Did you clamp the apps process(es) on all CPU cores of one physical chip or just one core? L1/L2 is per core, L3 is per CPU. I suspect you did clamp them on all cores on one CPU. You could try to narrow it down, see if it happens only on one half (be sure either disable HT or select the right siblings) of the cores of one chip or not. If it does the L3 cache is not the culprit.
 
Last edited:

i386

Well-Known Member
Mar 18, 2016
4,245
1,546
113
34
Germany
I think a corrupt cpu cache would cause system crashes and corrupt data all the time...
 

gtech1

Member
May 27, 2019
79
7
8
I think a corrupt cpu cache would cause system crashes and corrupt data all the time...
This server runs only a single app, it's on FreeBSD 12.2. 6 other similar servers with similar hardware specs, also FreeBSD 12.2, same app, run just fine.
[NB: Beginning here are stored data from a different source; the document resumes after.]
/// Index window `first..first+count` of the pencil by shift-invert Lanczos.
pub fn solve_shift_invert(
    problem: &Problem,
    first: usize,
    count: usize,
    max_lanczos: usize,
    max_restarts: usize,
) -> Result<ShiftInvertOutput, EigenError> {
    let n = problem.n();
    let mut ctr = Counter {
        problem,
        factorizations: 0,
    };
    // spectral bounds of the pencil
    let (alo, ahi) = gershgorin(problem.a);
    let (blo, bhi) = match problem.b {
        Some(b) => gershgorin(b),
        None => (1.0, 1.0),
    };
    let anorm = problem.a.norm_one().max(f64::MIN_POSITIVE);
    let (mut glo, mut ghi) = if blo > 0.0 {
        (
            if alo >= 0.0 { alo / bhi } else { alo / blo },
            if ahi >= 0.0 { ahi / blo } else { ahi / bhi },
        )
    } else {
        let bmin = problem.b.map_or(1.0, |b| b.norm_one()) * 1e-8;
        (-anorm / bmin, anorm / bmin)
    };
    let pad = 1e-8 * (glo.abs() + ghi.abs()) + f64::MIN_POSITIVE;
    glo -= pad;
    ghi += pad;
    for _ in 0..60 {
        if ctr.count(glo)? == 0 {
            break;
        }
        glo -= 4.0 * (glo.abs() + 1.0);
    }
    for _ in 0..60 {
        if ctr.count(ghi)? == n {
            break;
        }
        ghi += 4.0 * (ghi.abs() + 1.0);
    }
    let (acc_lo, acc_hi) = shift_window(first, count);
    let mut f = place_shift(&mut ctr, glo, ghi, acc_lo, acc_hi)?;
    let mut c_sigma = f.negatives;
    let mut sigma = f.sigma;
    let mut need_next = count + 4;
    // Lanczos with locking until the window is proven complete
    let mut locked: Vec<Vec<f64>> = Vec::new();
    let mut locked_vals: Vec<f64> = Vec::new();
    let mut steps = 0usize;
    let extra = 4;
    for restart in 0..=max_restarts {
        let need = if restart == 0 {
            count + extra
        } else {
            need_next.max(2)
        };
        let max_steps = if max_lanczos > 0 {
            max_lanczos
        } else {
            (2 * need + 40) << restart.min(6)
        }
        .min(n - locked.len());
        if max_steps == 0 {
            break;
        }
        let (basis, ritz) = lanczos(
            problem,
            &f,
            &locked,
            start_vector(n, restart as u64 + 1),
            need,
            max_steps,
            &mut steps,
        );
        let chosen: Vec<&(f64, bool, Vec<f64>)> = ritz.iter().filter(|x| x.1).collect();
        if !chosen.is_empty() {
            let mut q = DMatrix::zeros(basis.len(), chosen.len());
            for (c, r) in chosen.iter().enumerate() {
                for (i, &s) in r.2.iter().enumerate() {
                    q[(i, c)] = s;
                }
            }
            let xs = combine(&basis, &q);
            for (r, x) in chosen.iter().zip(xs) {
                locked_vals.push(sigma + 1.0 / r.0);
                locked.push(x);
            }
        }
        drop(basis);
        // try to prove the window
        if let Some(out) =
            prove_window(&mut ctr, first, count, c_sigma, sigma, &locked_vals, anorm)?
        {
            let (lo_idx, inertia_below) = out;
            // Rayleigh-Ritz with the exact pencil on all locked vectors removes
            // the rounding contamination along the levels nearest sigma
            // one more application of the operator (k solves with the same
            // factorisation) before the projection damps the remaining error
            // repeated while a window member (e.g. one far from sigma when the
            // window straddles a wide gap) still has a large residual
            let target = 4.0 * n as f64 * f64::EPSILON * anorm;
            for _refine in 0..16 {
                let refined: Vec<Vec<f64>> = locked
                    .par_iter()
                    .map(|x| {
                        let mut bx = vec![0.0; n];
                        problem.mul_b(x, &mut bx);
                        let mut y = solve_refined(problem, &f, &bx);
                        // unit scale: Op multiplies by theta, which spans many decades
                        let nrm = dot(&y, &y).sqrt();
                        if nrm > 0.0 && nrm.is_finite() {
                            y.iter_mut().for_each(|v| *v /= nrm);
                        }
                        y
                    })
                    .collect();
                match rayleigh_ritz(problem, &refined) {
                    Ok((vals, vecs)) => {
                        locked_vals = vals;
                        locked = vecs;
                    }
                    Err(_) => break,
                }
                let worst = (lo_idx..lo_idx + count)
                    .into_par_iter()
                    .map(|i| residual_norm1(problem, locked_vals[i], &locked[i]))
                    .collect::<Vec<f64>>()
                    .into_iter()
                    .fold(0.0, f64::max);
                if worst <= target {
                    break;
                }
            }
            let mut order: Vec<usize> = (0..locked_vals.len()).collect();
            order.sort_by(|&a, &b| locked_vals[a].total_cmp(&locked_vals[b]));
            let sel = &order[lo_idx..lo_idx + count];
            let values: Vec<f64> = sel.iter().map(|&i| locked_vals[i]).collect();
            let vectors: Vec<Vec<f64>> = sel
                .iter()
                .map(|&i| {
                    let mut v = locked[i].clone();
                    fix_sign(&mut v);
                    v
                })
                .collect();
            return Ok(ShiftInvertOutput {
                values,
                vectors,
                iterations: steps,
                factorizations: ctr.factorizations + 1,
                inertia_below,
            });
        }
        // not proven: if the converged levels miss one end of the window,
        // move sigma into the missing part (spectrum slicing)
        let mut sv = locked_vals.clone();
        sv.sort_by(|a, b| a.total_cmp(b));
        let nb = sv.iter().filter(|&&v| v < sigma).count();
        need_next = extra;
        if c_sigma >= nb {
            let base = c_sigma - nb;
            let top = base + sv.len();
            let missing = if first < base {
                Some((first, base.min(first + count)))
            } else if first + count > top {
                Some((top.max(first), first + count))
            } else {
                None
            };
            if let Some((mlo, mhi)) = missing {
                let w = mhi - mlo;
                let (acc_lo, acc_hi) = shift_window(mlo, w);
                f = place_shift(&mut ctr, glo, ghi, acc_lo, acc_hi)?;
                c_sigma = f.negatives;
                sigma = f.sigma;
                need_next = w + extra;
            }
        }
    }
    Err(EigenError::NoConvergence {
        level: first + 1,
        iterations: steps,
        residual: f64::NAN,
    })
}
The app basically stores files to disk and writes their CRC at the same time.

About once per day, an invalid CRC gets calculated. About once per week, the app coredumps.

Coredump analysis by the app developper shows a random memory jump that shouldn't happen, but memory contents is fine. The app just jumps unexpectedly to a random location.

I am replacing the server entirely but I want to be able to test it after I take it off production and identify the issue better.

Before putting it in production I just tested with Memtest86+ pro which showed no errors after 4 passes.
 

cesmith9999

Well-Known Member
Mar 26, 2013
1,421
470
83
A long long time ago when I was at MS working on NT 3.51. We had reports if random crashes on a MVP's server. This is in the mid 90's when cache chips were external to the cpu. As we progressed in the development of 3.51. The crashes were more frequent and more random...

We got the MVP to ship us his system. We had 3 days to figure out what was wrong. We swapped out EVERYTHING in his system, ram/video card/scsi adapter. I could get it to crash reliably at this point. So I setup the floppy boot disk for debug...

We got one of the memory manager dev's to look at the issue... after about 1 hour he came back and said. This 1 bit does not hold state...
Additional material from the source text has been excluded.